Insights from the video
- We can change the size of the nodes
- We can view the labels of the nodes and change the way they appear – in this example, we selected the
Hide Not Selectedcheckbox, which only shows the labels of the nodes when we hover over them
- We can zoom in and zoom out of the graph
Let us now look at the possible ways to save the network graph to be able to visualize it in Gephi
We have already looked at one approach –
graphml .Let us see the other file format supported by Gephi.
How to Store the Network Graph to Visualize in Gephi – gexf
gexf stands for Graph Exchange XML Format and is widely used to transport and store network graphs. It is also a part of the NetworkX library and is mostly used to transport the network graphs to Gephi. The implementation of gexf is the same as that of graphml. We just need to include
nx.gexf to save it in gexf format.
Let us use the example from above and store it in Gexf.
import networkx as nx import matplotlib.pyplot as plt G = nx.Graph() G.add_node('A') G.add_nodes_from(['B', 'C', 'D']) G.add_edge('A', 'B') G.add_edges_from([('B', 'C'), ('C', 'D'), ('D', 'A'), ('A', 'C')]) nx.write_gexf(G, "test.gexf")
Follow the same process in the video to visualize this network graph in Gephi.
I hope you have understood the basic visualization functions of Gephi. Let us now explore Gephi with larger network graphs.

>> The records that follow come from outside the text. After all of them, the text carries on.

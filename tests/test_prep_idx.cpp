// Tests of prep/idx.hpp and prep/idx_gzip.hpp on small IDX files written
// here. Magic numbers per the format's description (LeCun, Cortes & Burges,
// "THE MNIST DATABASE of handwritten digits", "FILE FORMATS"): 0x00000801
// for labels (unsigned bytes, 1 dimension), 0x00000803 for images (3).
#include <doctest/doctest.h>

#include <string>
#include <vector>

#include <tenon/prep/idx.hpp>
#if defined(TENON_HAS_ZLIB)
#include <tenon/prep/idx_gzip.hpp>
#endif

#include "prep_test_support.hpp"

using prep_test::error_code_of;

namespace {
std::string idx_bytes(std::uint8_t dims, std::vector<std::uint32_t> sizes, std::vector<std::uint8_t> values) {
    std::string s{'\0', '\0', '\x08', static_cast<char>(dims)};
    for (auto d : sizes)
        for (int k = 3; k >= 0; --k) s.push_back(static_cast<char>((d >> (8 * k)) & 0xFF));  // big-endian
    s.append(values.begin(), values.end());
    return s;
}
}  // namespace

TEST_CASE("IDX labels and images: magic, big-endian sizes, row-major values") {
    prep_test::temp_file labels("labels.idx", idx_bytes(1, {3}, {7, 0, 9}));
    auto a = tenon::read_idx_file(labels.path);
    CHECK(a.dimensions == std::vector<std::uint32_t>{3});
    CHECK(tenon::idx_labels(a) == std::vector<std::uint32_t>{7, 0, 9});

    prep_test::temp_file images("images.idx", idx_bytes(3, {2, 2, 3}, {0, 255, 51, 0, 0, 0, 1, 2, 3, 4, 5, 6}));
    auto b = tenon::read_idx_file(images.path);
    CHECK(b.count() == 2);
    CHECK(b.item_size() == 6);
    auto m = tenon::idx_images<float>(b);
    CHECK(m.shape()[0] == 2);
    CHECK(m.shape()[1] == 6);
    CHECK(m(0, 1) == doctest::Approx(1.0f));
    CHECK(m(0, 2) == doctest::Approx(0.2f));  // 51 / 255
    CHECK(m(1, 5) == doctest::Approx(6.0f / 255.0f));
    auto raw = tenon::idx_images<double>(b, 1.0);
    CHECK(raw(1, 0) == 1.0);
}

TEST_CASE("IDX errors") {
    std::string message;
    const std::string bad = idx_bytes(1, {1}, {0});
    auto wrong_type = bad;
    wrong_type[2] = 0x0D;  // 0x0D = float elements, not read by tenon
    CHECK(error_code_of([&] { tenon::parse_idx(reinterpret_cast<const std::uint8_t*>(wrong_type.data()), wrong_type.size(), "f.idx"); }, &message) ==
          "prep.idx.magic");
    CHECK(message ==
          "[prep.idx.magic] f.idx: magic number 0x00000D01 is not an IDX file of unsigned bytes (expected "
          "0x000008nn, nn = dimensions >= 1)");
    const std::string short_values = idx_bytes(3, {2, 28, 28}, {1, 2, 3});
    CHECK(error_code_of([&] { tenon::parse_idx(reinterpret_cast<const std::uint8_t*>(short_values.data()), short_values.size(), "s.idx"); },
                        &message) == "prep.idx.truncated");
    CHECK(message == "[prep.idx.truncated] s.idx: the header declares 1568 values but only 3 bytes follow it");
    const std::string short_header = idx_bytes(3, {2}, {});
    CHECK(error_code_of([&] { tenon::parse_idx(reinterpret_cast<const std::uint8_t*>(short_header.data()), short_header.size(), "h.idx"); },
                        &message) == "prep.idx.truncated");
    CHECK(message == "[prep.idx.truncated] h.idx: the header declares 3 dimensions but the file has 8 bytes");
    const std::uint8_t gz[] = {0x1F, 0x8B, 0x08, 0x00};
    CHECK(error_code_of([&] { tenon::parse_idx(gz, sizeof(gz), "g.gz"); }, &message) == "prep.idx.compressed");
    CHECK(message ==
          "[prep.idx.compressed] g.gz: the file is gzip-compressed; include tenon/prep/idx_gzip.hpp, link "
          "tenon::gzip and use read_idx_gzip_file");
    CHECK(error_code_of([&] { tenon::parse_idx(gz, 2, "tiny"); }, &message) == "prep.idx.compressed");
    const std::uint8_t three[] = {0, 0, 8};
    CHECK(error_code_of([&] { tenon::parse_idx(three, 3, "tiny"); }, &message) == "prep.idx.truncated");
    CHECK(message == "[prep.idx.truncated] tiny: 3 bytes cannot hold the 4-byte magic number");
    auto labels = tenon::parse_idx(reinterpret_cast<const std::uint8_t*>(bad.data()), bad.size(), "l.idx");
    CHECK(error_code_of([&] { tenon::idx_images<float>(labels, 1.0f, "l.idx"); }, &message) == "prep.idx.magic");
    CHECK(message == "[prep.idx.magic] l.idx: expected an IDX file with 3 dimension(s), found 1");
    CHECK(error_code_of([] { tenon::read_idx_file("/nonexistent/tenon.idx"); }, &message) == "prep.file.open");
    CHECK(message == "[prep.file.open] /nonexistent/tenon.idx: cannot open for reading");
}

#if defined(TENON_HAS_ZLIB)
TEST_CASE("gzip-compressed IDX files read through zlib, plain ones too") {
    const std::string content = idx_bytes(1, {4}, {1, 2, 3, 4});
    const std::string path = std::string(P_tmpdir) + "/tenon_prep_test_labels.idx.gz";
    gzFile out = gzopen(path.c_str(), "wb");
    REQUIRE(out != nullptr);
    gzwrite(out, content.data(), static_cast<unsigned>(content.size()));
    gzclose(out);
    auto a = tenon::read_idx_gzip_file(path);
    CHECK(tenon::idx_labels(a) == std::vector<std::uint32_t>{1, 2, 3, 4});
    std::string message;
    CHECK(error_code_of([&] { tenon::read_idx_file(path); }, &message) == "prep.idx.compressed");
    std::remove(path.c_str());

    prep_test::temp_file plain("plain.idx", content);
    CHECK(tenon::idx_labels(tenon::read_idx_gzip_file(plain.path)).size() == 4);

    // A gzip header followed by garbage: zlib reports a data error.
    prep_test::temp_file broken("broken.gz", std::string("\x1f\x8b\x08\x00\x00\x00\x00\x00\x00\x03garbage-garbage", 26));
    CHECK(error_code_of([&] { tenon::read_idx_gzip_file(broken.path); }, &message) == "prep.idx.compressed");
    CHECK(message.rfind("[prep.idx.compressed] " + broken.path + ": gzip data could not be decompressed (", 0) == 0);
    CHECK(error_code_of([] { tenon::read_idx_gzip_file("/nonexistent/tenon.idx.gz"); }, &message) == "prep.file.open");
}
#endif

For this example, we are going to take the same dataset we used in the previous article – Airports Database 2017.
Visualizing Airports Database Using Gephi
If you remember, we plotted the network graph of this dataset using the matplotlib library in the previous article. We only selected the first 50 entries out of the 10000 entries to make it simple.

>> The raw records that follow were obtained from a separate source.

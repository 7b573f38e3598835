# A host built without exceptions, run with --raise: tenon::raise() must call
# the host's failure handler with the code and the one-line message, then
# abort (the process must not exit normally).
execute_process(COMMAND "${HOST}" --raise RESULT_VARIABLE result OUTPUT_VARIABLE out ERROR_VARIABLE err)
if(result EQUAL 0)
  message(FATAL_ERROR "the host exited normally after a failure; expected an abort (stderr: ${err})")
endif()
string(FIND "${err}" "host handler saw [core.argument.invalid] a failure asked for\\nby the test" at)
if(at EQUAL -1)
  message(FATAL_ERROR "the failure handler did not see the code and the one-line message; stderr was:\n${err}")
endif()
message(STATUS "the host's handler saw the failure, then the process ended (${result})")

Here, we are going to consider the entire dataset for visualization and also look at a few filtering options to manage huge network graphs.
The code to export the network graph to Gephi is given below.

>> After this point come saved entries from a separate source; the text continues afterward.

// y = x^3 elementwise; dy/dx = 3 x^2.
template <class T>
class cube_operation final : public tenon::custom_operation<T> {
public:
    const char* name() const noexcept override { return "cube"; }
    shape2 output_shape(const tenon::operand_list<T>& in) const override {
        if (in.size() != 1) tenon::raise(tenon::codes::core_argument_invalid, "cube: expects one input");
        return tenon::shape_of(in[0]);
    }
    void forward(const tenon::operand_list<T>& in, matrix<T>& out) const override {
        for (std::size_t k = 0; k < out.size(); ++k) {
            const T x = in[0].data()[k];
            out.data()[k] = x * x * x;
        }
    }
    void backward(const tenon::operand_list<T>& in, const matrix<T>&, const matrix<T>& g, matrix<T>* const* grads) const override {
        if (!grads[0]) return;
        for (std::size_t k = 0; k < g.size(); ++k) {
            const T x = in[0].data()[k];
            grads[0]->data()[k] += g.data()[k] * T(3) * x * x;
        }
    }
};

// Deliberately wrong: claims d(x^3)/dx = 2 x^2.
template <class T>
class wrong_cube_operation final : public tenon::custom_operation<T> {
public:
    const char* name() const noexcept override { return "wrong_cube"; }
    shape2 output_shape(const tenon::operand_list<T>& in) const override { return tenon::shape_of(in[0]); }
    void forward(const tenon::operand_list<T>& in, matrix<T>& out) const override {
        for (std::size_t k = 0; k < out.size(); ++k) {
            const T x = in[0].data()[k];
            out.data()[k] = x * x * x;
        }
    }
    void backward(const tenon::operand_list<T>& in, const matrix<T>&, const matrix<T>& g, matrix<T>* const* grads) const override {
        for (std::size_t k = 0; k < g.size(); ++k) {
            const T x = in[0].data()[k];
            grads[0]->data()[k] += g.data()[k] * T(2) * x * x;
        }
    }
};

// Row-wise weighted sum y_i = sum_j x_ij w_j of a rows x cols input and a
// 1 x cols weight row: dy_i/dx_ij = w_j, dy_i/dw_j = x_ij.
template <class T>
class weighted_sum_operation final : public tenon::custom_operation<T> {
public:
    const char* name() const noexcept override { return "weighted_sum"; }
    shape2 output_shape(const tenon::operand_list<T>& in) const override {
        if (in.size() != 2) tenon::raise(tenon::codes::core_argument_invalid, "weighted_sum: expects two inputs");
        const shape2 sx = tenon::shape_of(in[0]);
        tenon::require_shape(tenon::shape_of(in[1]), {1, sx.cols}, "weighted_sum weights");
        return {sx.rows, 1};
    }
    void forward(const tenon::operand_list<T>& in, matrix<T>& out) const override {
        const std::size_t rows = in[0].shape()[0], cols = in[0].shape()[1];
        for (std::size_t i = 0; i < rows; ++i) {
            T acc = T(0);
            for (std::size_t j = 0; j < cols; ++j) acc += in[0](i, j) * in[1](0, j);
            out(i, 0) = acc;
        }
    }
    void backward(const tenon::operand_list<T>& in, const matrix<T>&, const matrix<T>& g, matrix<T>* const* grads) const override {
        const std::size_t rows = in[0].shape()[0], cols = in[0].shape()[1];
        for (std::size_t i = 0; i < rows; ++i) {
            for (std::size_t j = 0; j < cols; ++j) {
                if (grads[0]) (*grads[0])(i, j) += g(i, 0) * in[1](0, j);
                if (grads[1]) (*grads[1])(0, j) += g(i, 0) * in[0](i, j);
            }
        }
    }
};

}  // namespace

TEST_CASE("host-defined operations recorded with tape::apply match finite differences") {
    const cube_operation<double> cube;
    const weighted_sum_operation<double> weighted_sum;
    tenon::random_engine rng(404);
    for (shape2 s : test_shapes(rng)) {
        tenon::parameter<double> x("x", random_matrix(rng, s, -1.5, 1.5));
        const double cube_err = check_op(
            {&x}, [&](tape<double>& t, std::vector<var<double>>& v) { return t.apply(cube, {v[0]}); }, rng);
        CHECK_MESSAGE(cube_err < max_relative_error, "cube on " << describe(s) << ": " << cube_err);

        tenon::parameter<double> w("w", random_matrix(rng, {1, s.cols}, -1.5, 1.5));
        const double ws_err = check_op(
            {&x, &w},
            [&](tape<double>& t, std::vector<var<double>>& v) {
                // Feed the custom op from a built-in op and feed a built-in op from it.
                return tenon::tanh(t.apply(weighted_sum, {tenon::sigmoid(v[0]), v[1]}));
            },
            rng);
        CHECK_MESSAGE(ws_err < max_relative_error, "weighted_sum on " << describe(s) << ": " << ws_err);
    }
}

TEST_CASE("the gradient check catches a wrong gradient") {
    const wrong_cube_operation<double> wrong;
    tenon::parameter<double> x("x", make_matrix<double>({{0.5, -1.2, 2.0}}));
    const auto report = tenon::check_gradients({&x}, [&](tape<double>& t) { return tenon::sum(t.apply(wrong, {t.track(x)})); });
    // 2x^2 against 3x^2: the relative error is 1/3 wherever x^2 is not tiny.
    CHECK(report.max_rel_error == doctest::Approx(1.0 / 3.0).epsilon(1e-6));
    CHECK(report.parameters[0].max_abs_error > 1.0);

    // A frozen parameter gets no analytic gradient, which the check reports too.
    tenon::parameter<double> frozen("frozen", make_matrix<double>({{0.5, 1.5}}));
    frozen.set_trainable(false);
    const auto frozen_report = tenon::check_gradients({&frozen}, [&](tape<double>& t) { return tenon::sum(tenon::square(t.track(frozen))); });
    CHECK(frozen_report.max_rel_error == doctest::Approx(1.0));
}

import pandas as pd import networkx as nx csv_file = 'airports.csv' data = pd.read_csv(csv_file) edges = data[['City', 'Country']] G = nx.Graph() G.add_edges_from(edges.values) nx.write_gexf(G, 'airport.gexf')
The dataset we took is pretty cluttered since all the cities that have an airport in a country are connected to the country. So it becomes a pretty huge network. We apply a few filters, such as
Giant Component which filters out all the huge ones.
Follow the video below.
Giant Component filter is used to filter all the larger components of the network.
The layout used in this network analysis is the Yifan Hu layout, as it can handle a huge number of nodes and edges.
We are also performing some statistics (Modularity). Modularity is used to identify the groups or clusters that have dense connections between themselves and lesser connections with other groups. Based on this modularity ranking, we color-coded the clusters.
The outliers of the graph( nodes at the end that are not connected to any other nodes and are left alone) are the cities that do not have an airport or which do not have a connection to any country.
We have also set the labels of the nodes visible only when we hover on that particular node and also changed the color of the label.
That’s the end of it! We have discussed what Gephi is and its installation. We took a simple example of a network graph and tried to visualize it in Gephi. In order to do so, we have looked at two approaches two storing the network graph in a file format compatible with Gephi. These file formats are – Graphml and Gexf.
Then we visualized the Airports Database, which has over 10k rows of all the airports, train, and ferry stations in different cities of a country. We tried to plot all the cities of a country on the graph. Since it is a cluttered network, we filtered through the nodes and performed some statistics.
This is a basic idea of the Gephi software. Go ahead and perform analysis on your own with Gephi!